Write out the data below exactly, from its first line to the line containing "test('works offline after", that line included.

--- Material for the task ---

import { cpSync, existsSync, mkdtempSync, readFileSync, rmSync, writeFileSync } from 'node:fs';
import { createServer } from 'node:http';
import type { AddressInfo } from 'node:net';
import { tmpdir } from 'node:os';
import { extname, join } from 'node:path';
import { expect, type Page, test } from '@playwright/test';
import { serviceWorkerForDirectory } from '../../app/offline/service-worker-plugin';

// After one visit the page works with the network gone: the build's service worker keeps every
// file of the page. (A first visit needs the network once; that is the documented limit.)
/** A first visit, then a reload once the offline cache controls the page and holds its files. */
async function underOfflineCache(page: Page): Promise<void> {
  await page.goto('./');
  await expect(page.getByRole('heading', { name: 'Sekundo' })).toBeVisible();
  await page.evaluate(async () => {
    await navigator.serviceWorker.ready;
  });
  await page.reload();
  await page.waitForFunction(() => navigator.serviceWorker.controller !== null);
}

test('works offline after the first load', async ({ page, context }) => {
  await underOfflineCache(page);
  await context.setOffline(true);
  await page.reload();
  await expect(page.getByRole('heading', { name: 'Sekundo' })).toBeVisible();
  await expect(page.getByRole('tab').first()).toBeVisible();
  // The property table still computes: the kernel runs in the page.
  await expect(page.getByRole('table').first()).toContainText('m/s');
  await context.setOffline(false);
});

// A returning browser gets a changed build: the new service worker installs beside the old one,
// the page says a new version is ready and offers to reload, and after the reload the new files
// (here a changed title in index.html) are in use. The build is served from a copy by a small
// static server of the test, so the test can change it between visits.
test('a changed build is offered with a reload, and then used', async ({ page }) => {
  const root = mkdtempSync(join(tmpdir(), 'sekundo-update-'));
  cpSync('dist', root, { recursive: true });
  const types: Record<string, string> = { '.html': 'text/html', '.js': 'text/javascript', '.css': 'text/css', '.json': 'application/json', '.svg': 'image/svg+xml', '.csv': 'text/csv' };
  const server = createServer((request, response) => {
    const path = decodeURIComponent(new URL(request.url ?? '/', 'http://x').pathname);
    const file = join(root, path.endsWith('/') ? `${path}index.html` : path);
    if (!file.startsWith(root) || !existsSync(file)) {
      response.writeHead(404).end();
      return;
    }
    response.writeHead(200, { 'Content-Type': types[extname(file)] ?? 'application/octet-stream', 'Cache-Control': 'no-cache' });
    response.end(readFileSync(file));
  });
  await new Promise<void>((done) => server.listen(0, '127.0.0.1', done));
  const url = `http://127.0.0.1:${(server.address() as AddressInfo).port}/`;
  try {
    // A returning visitor of this origin: the first-visit tour is done.
    await page.addInitScript(() => localStorage.setItem('sekundo.prefs', JSON.stringify({ tour: 'done' })));
    await page.goto(url);
    await page.evaluate(async () => {
      await navigator.serviceWorker.ready;
    });
    await page.reload();
    await page.waitForFunction(() => navigator.serviceWorker.controller !== null);
    const oldTitle = await page.title();

    // A new build: only index.html changes (its title), as a change to the CSP or public/ would.
    const html = readFileSync(join(root, 'index.html'), 'utf8');
    writeFileSync(join(root, 'index.html'), html.replace(/<title>([^<]*)<\/title>/, '<title>$1 (new build)</title>'));
    writeFileSync(join(root, 'sw.js'), serviceWorkerForDirectory(root));

    await page.reload();
    // The old build still answers until the person agrees; it says a new one is ready.
    expect(await page.title()).toBe(oldTitle);
    const offer = page.getByRole('status').filter({ hasText: 'A new version of Sekundo is ready' });
    await expect(offer).toBeVisible({ timeout: 20_000 });
    await offer.getByRole('button', { name: 'Reload now' }).click();
    await expect(page).toHaveTitle(`${oldTitle} (new build)`);
  } finally {
    await new Promise((done) => server.close(done));
    rmSync(root, { recursive: true, force: true });
  }
});

// The page installs as an app: its manifest and every icon it lists are served, decode at the sizes
// stated, and are kept by the offline cache, so the installed app opens with the network gone.
test('the manifest and its icons are served and kept for offline use', async ({ page, context }) => {
  await underOfflineCache(page);
  await context.setOffline(true);

  const found = await page.evaluate(async () => {
    const link = document.querySelector<HTMLLinkElement>('link[rel="manifest"]');
    if (!link) return null;
    const manifest = (await (await fetch(link.href)).json()) as { icons: { src: string; sizes: string }[] };
    const icons = [];
    for (const icon of manifest.icons) {
      const image = new Image();
      image.src = new URL(icon.src, link.href).href;
      await image.decode();
      icons.push({ sizes: icon.sizes, drawn: `${image.naturalWidth}x${image.naturalHeight}` });
    }
    return icons;
  });
  await context.setOffline(false);
  expect(found).not.toBeNull();
  for (const icon of found ?? []) if (icon.sizes !== 'any') expect(icon.drawn).toBe(icon.sizes);
  expect(found?.length).toBeGreaterThanOrEqual(3);
});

---

Result of this task:
import { cpSync, existsSync, mkdtempSync, readFileSync, rmSync, writeFileSync } from 'node:fs';
import { createServer } from 'node:http';
import type { AddressInfo } from 'node:net';
import { tmpdir } from 'node:os';
import { extname, join } from 'node:path';
import { expect, type Page, test } from '@playwright/test';
import { serviceWorkerForDirectory } from '../../app/offline/service-worker-plugin';

// After one visit the page works with the network gone: the build's service worker keeps every
// file of the page. (A first visit needs the network once; that is the documented limit.)
/** A first visit, then a reload once the offline cache controls the page and holds its files. */
async function underOfflineCache(page: Page): Promise<void> {
  await page.goto('./');
  await expect(page.getByRole('heading', { name: 'Sekundo' })).toBeVisible();
  await page.evaluate(async () => {
    await navigator.serviceWorker.ready;
  });
  await page.reload();
  await page.waitForFunction(() => navigator.serviceWorker.controller !== null);
}

test('works offline after the first load', async ({ page, context }) => {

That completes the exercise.